# [Task description]
Restate word for word the lines of the records below, starting at the line that contains "no ice. With" and ending at the line that contains "cylinder_diameter : array_like", with both of those lines included and nothing else.

# [Dataset extract]
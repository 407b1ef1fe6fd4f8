"""Solve step: one call of the Cython kernel for a block, and its errors in words.

The kernel (:func:`lamina._kernel.solve_columns`) solves every column, sun angle and Fourier
term of the block in one call without the GIL and fills preallocated outputs; it raises
nothing, but reports each column's failure in ``status`` (code, layer, Fourier term, LAPACK
info). :func:`solve_block` allocates the outputs, makes every input the C-contiguous
float64 array the kernel's signature states, and turns a failure into a
:class:`~lamina.SolverError` that names the column, the layer, the Fourier term and the
LAPACK routine. Double-Gauss quadrature: Sykes (1951).

The kernel runs with one BLAS thread (:func:`single_blas_thread`): its LAPACK calls are
small (n x n and banded), and OpenBLAS's thread pool, which it would otherwise start at 64
and more streams, made flux runs several times slower (``benchmarks/threads.py``).
"""

from __future__ import annotations

import contextlib
import functools
import threading
from collections.abc import Iterator

import numpy as np
from threadpoolctl import ThreadpoolController

from lamina import _kernel
from lamina._solver.common import (
    Block,
    BlockSettings,
    Fields,
    Layers,
    SolverError,
    spherical_beam,
)
from lamina.quadrature import double_gauss

#: The kernel's status code for a non-finite result; codes 1 and 2 are the Cholesky
#: factorisations of the layer matrices (a truncated phase function that is not positive).
_NON_FINITE = 9
_CHOLESKY = (1, 2)

#: False only to measure the default thread pool (benchmarks/threads.py).
LIMIT_BLAS_THREADS = True

# OpenBLAS's thread count (pthreads builds) is process-wide: blocks solved at the same time
# (dask threads) share one limit, set by the first to enter and restored by the last to
# leave, under lamina's own lock. threadpoolctl's context manager inspects the loaded
# libraries at every entry (about 2 ms); the controller is made once, and setting a count
# costs microseconds. threadpoolctl lets only one Python thread (the first to limit, while
# it lives) change a process-wide pool and silently ignores the others (a dask worker's
# limit would then do nothing), so the limit is set through the library's own setter; an
# OpenMP build's limit is per thread and is set in each thread that enters.
_POOL_LOCK = threading.Lock()
_pool = {"users": 0, "restore": [], "libraries": None}


def _blas_libraries() -> tuple[list, list]:
    """(process-wide, per-thread) BLAS library controllers, found once."""
    if _pool["libraries"] is None:
        found = ThreadpoolController().select(user_api="blas").lib_controllers
        _pool["libraries"] = (
            [library for library in found if library.threading_layer != "openmp"],
            [library for library in found if library.threading_layer == "openmp"])
    return _pool["libraries"]


def _limit(libraries: list) -> list:
    """Set each library to one thread; the (library, previous count) pairs to restore."""
    previous = [(library, library.num_threads) for library in libraries]
    _set_threads([(library, 1) for library, threads in previous if threads != 1])
    return [(library, threads) for library, threads in previous if threads != 1]


def _set_threads(counts: list) -> None:
    for library, threads in counts:
        getattr(library, "_real_set_num_threads", library.set_num_threads)(threads)


@contextlib.contextmanager
def single_blas_thread() -> Iterator[None]:
    """One BLAS thread while inside (nested and concurrent entries share one limit)."""
    if not LIMIT_BLAS_THREADS:
        yield
        return
    shared, own = _blas_libraries()
    with _POOL_LOCK:
        if _pool["users"] == 0:
            _pool["restore"] = _limit(shared)
        _pool["users"] += 1
    restore_own = _limit(own)
    try:
        yield
    finally:
        _set_threads(restore_own)
        with _POOL_LOCK:
            _pool["users"] -= 1
            if _pool["users"] == 0:
                _set_threads(_pool["restore"])


@functools.lru_cache(maxsize=16)
def _quadrature(streams: int) -> tuple[np.ndarray, np.ndarray]:
    """Double-Gauss cosines and weights, computed once per stream count (read-only)."""
    mu, weights = double_gauss(streams)
    mu.flags.writeable = False
    weights.flags.writeable = False
    return mu, weights


def solve_block(block: Block, layers: Layers, settings: BlockSettings) -> Fields:
    """The kernel's fields of the (scaled) problem for every column of a block."""
    mu, weights = _quadrature(settings.streams)
    positions, views = settings.positions, settings.views
    ncol, nsun = block.beam_cosines.shape
    npos, nvz, nva = positions.levels.size, views.cosines.size, views.azimuth_radians.size
    flux_up = np.empty((ncol, nsun, npos))
    flux_down = np.empty((ncol, nsun, npos))
    mean_intensity = np.empty((ncol, nsun, npos))
    radiance = np.empty((ncol, nsun, npos, 2, nvz, nva))
    terms = np.empty(ncol, dtype=np.int64)
    status = np.empty((ncol, 4), dtype=np.int64)
    with single_blas_thread():
        _call_kernel(block, layers, settings, mu, weights,
                     (flux_up, flux_down, mean_intensity, radiance, terms, status))
    _raise_failure(status)
    return Fields(flux_up=flux_up, flux_down_diffuse=flux_down,
                  mean_intensity=mean_intensity, radiance=radiance, fourier_terms=terms)


def _call_kernel(block: Block, layers: Layers, settings: BlockSettings, mu: np.ndarray,
                 weights: np.ndarray, outputs: tuple[np.ndarray, ...]) -> None:
    positions, views = settings.positions, settings.views
    _kernel.solve_columns(
        layers.optical_depth, np.ascontiguousarray(layers.single_scattering_albedo),
        layers.phase_moments, block.beam_cosines,
        np.ascontiguousarray(block.sun_irradiance, dtype=np.float64),
        np.ascontiguousarray(block.surface_albedo, dtype=np.float64),
        np.ascontiguousarray(block.planck_levels, dtype=np.float64),
        np.ascontiguousarray(block.planck_surface, dtype=np.float64),
        np.ascontiguousarray(block.top_diffuse_radiance, dtype=np.float64),
        mu, weights, positions.layer, positions.fraction,
        np.ascontiguousarray(views.cosines), np.ascontiguousarray(views.azimuth_radians),
        settings.max_fourier_terms, settings.fourier_tolerance, settings.thermal,
        *outputs,
        **(block.surface or {}),
        **_spherical_keywords(block, layers),
        **({} if block.view_cosines is None else {
            "column_view_cosines": block.view_cosines,
            "column_view_azimuths": block.view_azimuths}),
    )


def _spherical_keywords(block: Block, layers: Layers) -> dict[str, np.ndarray]:
    """The pseudo-spherical beam of the scaled layers for the kernel (none: plane-parallel)."""
    if block.air_mass_factors is None:
        return {}
    slant, cosine = spherical_beam(block.air_mass_factors, block.beam_reaches,
                                   layers.optical_depth)
    return {"beam_slant_optical_depth": slant, "beam_layer_cosine": cosine}


def _raise_failure(status: np.ndarray) -> None:
    """SolverError for the first column of the block that failed, if any."""
    failed = np.flatnonzero(status[:, 0])
    if not failed.size:
        return
    code, layer, term, info = status[failed[0]]
    if code == _NON_FINITE:
        raise SolverError(
            f"the solver produced a non-finite result in column {failed[0]} of this block "
            "(are the inputs, e.g. sun_irradiance, too large for double precision?)"
        )
    hint = ""
    if code in _CHOLESKY:
        hint = ("; the phase function truncated to the streams in use is not a valid "
                "(non-negative) phase function there: use delta_m=True or more streams")
    raise SolverError(
        f"the solver failed in column {failed[0]} of this block (layer {layer}, Fourier "
        f"term {term}): {_kernel.STATUS_NAMES.get(int(code), 'unknown failure')}"
        f" (LAPACK info {info}){hint}"
    )
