def _openapi(app: FastAPI, config: ServiceConfig) -> dict:
    if app.openapi_schema:
        return app.openapi_schema
    limits = ", ".join(f"{k} {v:g}" for k, v in config.limits().items())
    doc = get_openapi(
        title=app.title,
        version=app.version,
        description=_DESCRIPTION.format(caution=CAUTION, limits=limits),
        routes=app.routes,
    )
    for ops in doc.get("paths", {}).values():
        for op in ops.values():
            for status, response in op.get("responses", {}).items():
                content = response.get("content", {})
                if status != "200" and "application/geo+json" in content:
                    # errors are plain JSON whatever the endpoint's result type
                    content["application/json"] = content.pop("application/geo+json")
    if config.api_keys:
        doc.setdefault("components", {})["securitySchemes"] = {
            "bearer": {
                "type": "http",
                "scheme": "bearer",
                "description": "An API key from the operator (icing serve-key add).",
            }
        }
        for path, ops in doc.get("paths", {}).items():
            if path != "/v1/health":
                for op in ops.values():
                    op["security"] = [{"bearer": []}]
    app.openapi_schema = doc
    return doc
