def freezing_fraction(
    temperature,
    airspeed,
    *,
    pressure,
    lwc,
    beta0,
    cylinder_diameter,
    relative_humidity=1.0,
    recovery_factor=1.0,
):
    """Stagnation-line freezing fraction ``n0``, Messinger (1953) balance.

    In the form of Anderson (2004): ``n0 = (c_w / Lf) (phi + theta / b)`` with the
    drop energy term ``phi = T_f - T - r V^2 / (2 c_w)`` (sensible heat to bring
    the drops to 0 C less their kinetic energy), the air energy term
    ``theta = (T_f - T - r V^2 / (2 c_p)) + Lv m_e / h_c`` (convection to the
    recovery temperature plus evaporation, ``m_e`` the evaporation mass flux at
    ``T_s = 0 C``), and the relative heat factor
    ``b = LWC V beta0 c_w / h_c``. Convection: :func:`stagnation_heat_transfer`;
    evaporation: Chilton-Colburn (:func:`evaporation_mass_flux`) between
    saturation over water at 0 C and the ambient vapour pressure
    ``RH e_s,w(T)``.

    ``n0 >= 1``: dry growth (rime); ``0 < n0 < 1``: wet growth (glaze) with
    runback; ``n0 <= 0``: no ice. With dry air evaporation can keep ``n0 > 0``
    slightly above 0 C.

    Parameters
    ----------
    temperature : array_like
        Static air temperature. [K]
    airspeed : array_like
        Speed relative to the collector. [m/s]
    pressure : array_like
        Air pressure. [Pa]
    lwc : array_like
        Liquid water content of the impinging drops. [kg m-3]
    beta0 : array_like
        Stagnation-line collection efficiency. [1]
    cylinder_diameter : array_like
        Equivalent cylinder diameter (for the heat transfer). [m]
    relative_humidity : array_like
        Ambient relative humidity over water (fraction). [1]
    recovery_factor : float
        Recovery factor ``r`` of the kinetic heating of air and drops: 1 at the
        stagnation line (``AFT_RECOVERY_FACTOR`` gives the aft balance). [1]

    Returns
    -------
    numpy.ndarray
        ``n0`` (not clipped); NaN where no water impinges.

    References
    ----------
    [Mes53]_, [And04]_ eqs. for n0, phi, theta, b (as quoted in REFERENCES.md,
    from memory).

    Examples
    --------
    >>> n_cold = freezing_fraction(253.15, 60.0, pressure=7e4, lwc=3e-4, beta0=0.7,
    ...                            cylinder_diameter=0.05)
    >>> n_warm = freezing_fraction(271.15, 60.0, pressure=9e4, lwc=8e-4, beta0=0.7,
    ...                            cylinder_diameter=0.05)
    >>> bool(n_cold > 1.0 > n_warm > 0.0)
    True
    """
    terms = _balance_terms(temperature, airspeed, pressure, lwc, beta0, cylinder_diameter,
                           relative_humidity)
    return _glaze_fraction(*terms, recovery_factor)


def _dry_surface_temperature(t, v, m_imp, h_c, evap_coef, e_a, recovery_factor, iterations=4):
    """Newton solution of the dry-growth balance for the surface temperature."""
    t_r = t + recovery_factor * v * v / (2.0 * CP_AIR)
    gain = m_imp * (LF0 + 0.5 * v * v)  # latent heat of fusion + drop kinetic energy
    # first guess: sublimation at its 0 C value, linear balance in T_s
    e_f = _es_freezing()
    ts = (gain + h_c * t_r + m_imp * CP_WATER * t - h_c * evap_coef * (e_f - e_a) * LS0) / (
        h_c + m_imp * CP_WATER
    )
    ts = np.clip(ts, t - 5.0, T0)
    for _ in range(iterations):
        es = saturation_vapor_pressure(ts, phase="solid")
        f = gain + h_c * (t_r - ts) - h_c * evap_coef * (es - e_a) * LS0 - m_imp * CP_WATER * (
            ts - t
        )
        dfdt = -h_c - m_imp * CP_WATER - h_c * evap_coef * LS0 * es * LS0 / (RV * ts * ts)
        ts = np.clip(ts - f / dfdt, t - 20.0, T0)
    return ts


def surface_temperature(
    temperature,
    airspeed,
    *,
    pressure,
    lwc,
    beta0,
    cylinder_diameter,
    relative_humidity=1.0,
    recovery_factor=1.0,
):
    """Stagnation-line surface temperature from the Messinger balance.

    In dry growth (``n0 >= 1``) all impinging water freezes and the surface is
    below 0 C: ``m (Lf + V^2/2) + h_c (T_r - T_s) = m_s Ls + m c_w (T_s - T)``
    (fusion heat and drop kinetic energy against convection to the recovery
    temperature, sublimation by Chilton-Colburn with saturation over ice at
    ``T_s``, and warming of the drops), solved by four vectorised Newton steps.
    In wet growth the surface is at 0 C.

    Parameters
    ----------
    temperature, airspeed, pressure, lwc, beta0, cylinder_diameter, relative_humidity,
    recovery_factor
        As :func:`freezing_fraction`.

    Returns
    -------
    numpy.ndarray
        Surface temperature, at most 273.15 K. [K]; NaN where no water impinges.

    Examples
    --------
    >>> ts = surface_temperature(253.15, 60.0, pressure=7e4, lwc=3e-4, beta0=0.7,
    ...                          cylinder_diameter=0.05)
    >>> bool(253.15 < ts < 273.15)
    True
    """
    terms = _balance_terms(temperature, airspeed, pressure, lwc, beta0, cylinder_diameter,
                           relative_humidity)
    n0 = _glaze_fraction(*terms, recovery_factor)
    ts = _dry_surface_temperature(*terms, recovery_factor)
    return np.where(np.isnan(n0), np.nan, np.where(n0 >= 1.0, ts, T0))


def rime_density_makkonen(r):
    """Rime density, Makkonen & Stallabrass form, valid for ``1 <= R <= 60``.

    ``rho = 0.378 + 0.425 log10 R - 0.0823 (log10 R)^2`` g/cm3 (from memory).

    Parameters
    ----------
    r : array_like
        Macklin's parameter ``R = -MVD[um] v0[m/s] / (2 Ts[C])``. [1]

    Returns
    -------
    numpy.ndarray
        Density [kg m-3]; NaN outside ``1 <= R <= 60`` (no extrapolation).

    Examples
    --------
    >>> round(float(rime_density_makkonen(10.0)), 1)
    720.7
    """
    r = np.asarray(r, dtype=float)
    with np.errstate(divide="ignore", invalid="ignore"):
        x = np.log10(r)
        rho = 1000.0 * (0.378 + 0.425 * x - 0.0823 * x * x)  # g/cm3 -> kg/m3
    return np.where((r >= 1.0) & (r <= 60.0), rho, np.nan)


def rime_density_macklin62(r):
    """Rime density, Macklin (1962): ``rho = 110 R^0.76`` kg/m3 for ``1 <= R <= 10``.

    Returns NaN outside that range (range from memory).

    Examples
    --------
    >>> round(float(rime_density_macklin62(10.0)), 1)
    633.0
    """
    r = np.asarray(r, dtype=float)
    with np.errstate(invalid="ignore"):
        rho = 110.0 * r**0.76  # Macklin 1962
    return np.where((r >= 1.0) & (r <= 10.0), rho, np.nan)


def ice_density(mvd, impact_speed, surface_temperature_, *, glaze=False, model="makkonen"):
    """Accreted ice density: rime by Macklin's parameter ``R``, 917 kg/m3 for glaze.

    ``R = -MVD[um] v0 / (2 Ts[C])`` with ``v0`` the drop impact speed (we use the
    free-stream speed at the section, an upper bound of the impact speed: it
    over-states ``R`` and the density, i.e. under-states thickness slightly).
    Outside the fit's range: ``R < 1`` holds the value at ``R = 1`` (378 kg/m3; no
    extrapolation); ``R > 60`` bridges (ours) linearly in ``log10 R`` from the value
    at 60 (874 kg/m3) to 917 kg/m3 at ``R = 173``, where the fit's own quadratic
    reaches solid ice, so the density runs continuously into wet growth. The
    result is bounded to [100, 917] kg/m3. ``model="macklin"`` uses
    Macklin (1962) where ``1 <= R <= 10`` and Makkonen-Stallabrass elsewhere.

    Parameters
    ----------
    mvd : array_like
        Median volume diameter. [m]
    impact_speed : array_like
        Drop impact speed ``v0``. [m/s]
    surface_temperature_ : array_like
        Surface temperature. [K]
    glaze : array_like of bool
        Wet growth (density 917 kg/m3).
    model : {"makkonen", "macklin"}

    Returns
    -------
    numpy.ndarray
        Density. [kg m-3]

    Examples
    --------
    >>> round(float(ice_density(20e-6, 20.0, 253.15)), 0)
    721.0
    """
    if model not in ("makkonen", "macklin"):
        raise ValueError(f"unknown ice density model {model!r}; expected makkonen, macklin")
    ts_c = np.minimum(np.asarray(surface_temperature_, float) - T0, -1e-3)
    r = -np.asarray(mvd, float) * 1e6 * np.asarray(impact_speed, float) / (2.0 * ts_c)
    rc = np.clip(r, 1.0, 60.0)
    rho = rime_density_makkonen(rc)
    if model == "macklin":
        rho = np.where((r >= 1.0) & (r <= 10.0), rime_density_macklin62(rc), rho)
    # bridge above R = 60 (ours): linear in log10 R from the fit's edge value to
    # 917 kg/m3 at R = 173, where the fit's own curve reaches solid ice; this keeps
    # the density continuous into wet growth (Ts -> 0 C, R -> infinity)
    with np.errstate(invalid="ignore", divide="ignore"):
        w = np.clip(np.log10(np.maximum(r, 60.0) / 60.0) / _LOG_BRIDGE, 0.0, 1.0)
    rho = np.where(r > 60.0, rho + w * (RHO_ICE - rho), rho)
    rho = np.clip(rho, RIME_DENSITY_MIN, RHO_ICE)
    return np.where(np.asarray(glaze, bool), RHO_ICE, np.where(np.isnan(r), np.nan, rho))


def ice_type(n0):
    """Ice type code (``codes.ICE_*``) from the stagnation freezing fraction.

    ``n0 >= 1`` rime; ``MIXED_MIN_FRACTION <= n0 < 1`` mixed; ``0 < n0 <
    MIXED_MIN_FRACTION`` clear; ``n0 <= 0`` or NaN none (our convention).

    Examples
    --------
    >>> ice_type([1.2, 0.6, 0.1, -0.5]).tolist()
    [1, 2, 3, 0]
    """
    n = np.asarray(n0, dtype=float)
    with np.errstate(invalid="ignore"):
        out = np.where(
            n >= 1.0,
            codes.ICE_RIME,
            np.where(n >= MIXED_MIN_FRACTION, codes.ICE_MIXED,
                     np.where(n > 0.0, codes.ICE_CLEAR, codes.ICE_NONE)),
        )
    return out.astype(np.int8)


def rate_severity(rate_mm_h):
    """Return the severity code of a rate on the AIM outer-wing scale.

    Trace below 6 mm/h, light 6-25, moderate 25-75, severe from 75 mm/h; 0 for
    a zero rate.

    Examples
    --------
    >>> rate_severity([0.0, 3.0, 10.0, 50.0, 100.0]).tolist()
    [0, 1, 2, 3, 4]
    """
    r = np.asarray(rate_mm_h, dtype=float)
    sev = (r > 0.0).astype(np.int8)
    for bound in AIM_RATES_MM_H:
        sev += r >= bound
    return sev


_FIELDS = (
    "severity",
    "collection_efficiency",
    "beta0",
    "freezing_fraction",
    "ice_type",
    "ice_density",
    "accretion_rate_mm_h",
    "mass_rate",
    "runback",
    "time_to_tolerance_min",
)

# [Your response]
    runback; ``n0 <= 0``: no ice. With dry air evaporation can keep ``n0 > 0``
    slightly above 0 C.

    Parameters
    ----------
    temperature : array_like
        Static air temperature. [K]
    airspeed : array_like
        Speed relative to the collector. [m/s]
    pressure : array_like
        Air pressure. [Pa]
    lwc : array_like
        Liquid water content of the impinging drops. [kg m-3]
    beta0 : array_like
        Stagnation-line collection efficiency. [1]
    cylinder_diameter : array_like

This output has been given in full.